Genetic profile for five common variants associated with age-related macular degeneration in densely affected families: a novel analytic approach

Abstract

About 40% of the genetic variance of age-related macular degeneration (AMD) can be explained by a common variation at five common single-nucleotide polymorphisms (SNPs). We evaluated the degree to which these known variants explain the clustering of AMD in a group of densely affected families. We sought to determine whether the actual number of risk alleles at the five variants in densely affected families matched the expected number. Using data from 322 families with AMD, we used a simulation strategy to generate comparison groups of families and determined whether their genetic profile at the known AMD risk loci differed from the observed genetic profile, given the density of disease observed. Overall, the genotypic loads for the five SNPs in the families did not deviate significantly from the genotypic loads predicted by the simulation. However, for a subset of densely affected families, the mean genotypic load in the families was significantly lower than the expected load determined from the simulation. Given that these densely affected families may harbor rare, more penetrant variants for AMD, linkage analyses and resequencing targeting these families may be an effective approach to finding additional implicated genes.

Figure 1

Estimated prevalence of advanced AMD cases as a function of genetic load. Using genotyping data from a case–control study of AMD, 36 risk categories were determined on the basis of genotypes at the five common risk loci. The estimated risk of developing advanced AMD for each of these risk categories was calculated. These risk categories are sorted by the estimated risk of advanced AMD. The table below the figure shows the specific genotypes for each bin. For CFH, the L/M/H designations correspond to low-, medium- and high-risk haplotypes. The LOC387715 L/H designation corresponds to low- and high-risk alleles. For C2/BF, the L or H designation corresponds to low- or high-risk genotypes.

Figure 2

Distribution of mean genotypic load among families.

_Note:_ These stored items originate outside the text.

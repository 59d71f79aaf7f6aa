// BitShift. Outside check: onnxruntime-node (graph optimizations off) on seeded random unsigned integers, shift
// amounts up to the type's width minus one, and broadcasting.
import { describe, it } from 'vitest';
import { SEEDS, T, count, randInt, randShape, rng, vsOrt, bcastShape } from './ort-compare.js';

describe('BitShift (outside check: onnxruntime-node)', () => {
  it('LEFT and RIGHT on uint8 and uint32, broadcast shift amounts', async () => {
    for (const seed of SEEDS) {
      const r = rng(seed);
      for (const [type, bits] of [[T.UINT8, 8], [T.UINT32, 32]] as const) {
        const dims = randShape(r, 1, 3);
        const sdims = bcastShape(r, dims);
        const x = { name: 'x', dims, data: randInt(r, count(dims), 0, 2 ** bits - 1), type };
        const s = { name: 's', dims: sdims, data: randInt(r, count(sdims), 0, bits - 1), type };
        for (const direction of ['LEFT', 'RIGHT']) await vsOrt('BitShift', 11, [x, s], { direction }, [{ name: 'y', type }]);
      }
    }
  });
});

We calculated the mean familial genotypic load for individuals in the 65 families who have genotype and phenotype information available on all siblings and in the 257 families who did not have genotype and/or phenotype information available on all siblings. The number of individuals in each genotypic load category is shown here for the 65 (a) and 257 (b) families. There was no statistically significant difference between these two distributions (P=0.11, χ²-test).

Figure 3

Observed vs expected genotypic load among families. The mean genotypic load for each family was plotted against the mean genotypic load for a family of the same configuration, as determined by simulation. Each dot represents one family. Triangles mark the lower 2.5% confidence bound, whereas diamonds mark the upper 97.5% confidence bound. The slope of the line for the individual families' genotypic loads is 0.4594.

Figure 4

(a) Distribution of slopes for plots of mean genotypic load across all simulation families vs individual families' genotypic loads from each simulation subset of 322 families, by family configuration. The arrow indicates the location of the slope from Figure 3 within the tail of this distribution. (b) Distribution of slopes for plots of mean genotypic load across all simulation families, in which the simulation included a rare, high-penetrance allele, vs genotypic loads from each simulation subset of 322 families, by family configuration. Please note the difference in the x axis scale between panels a and b. The distribution of values in panel b is shifted to values lower than that of panel a.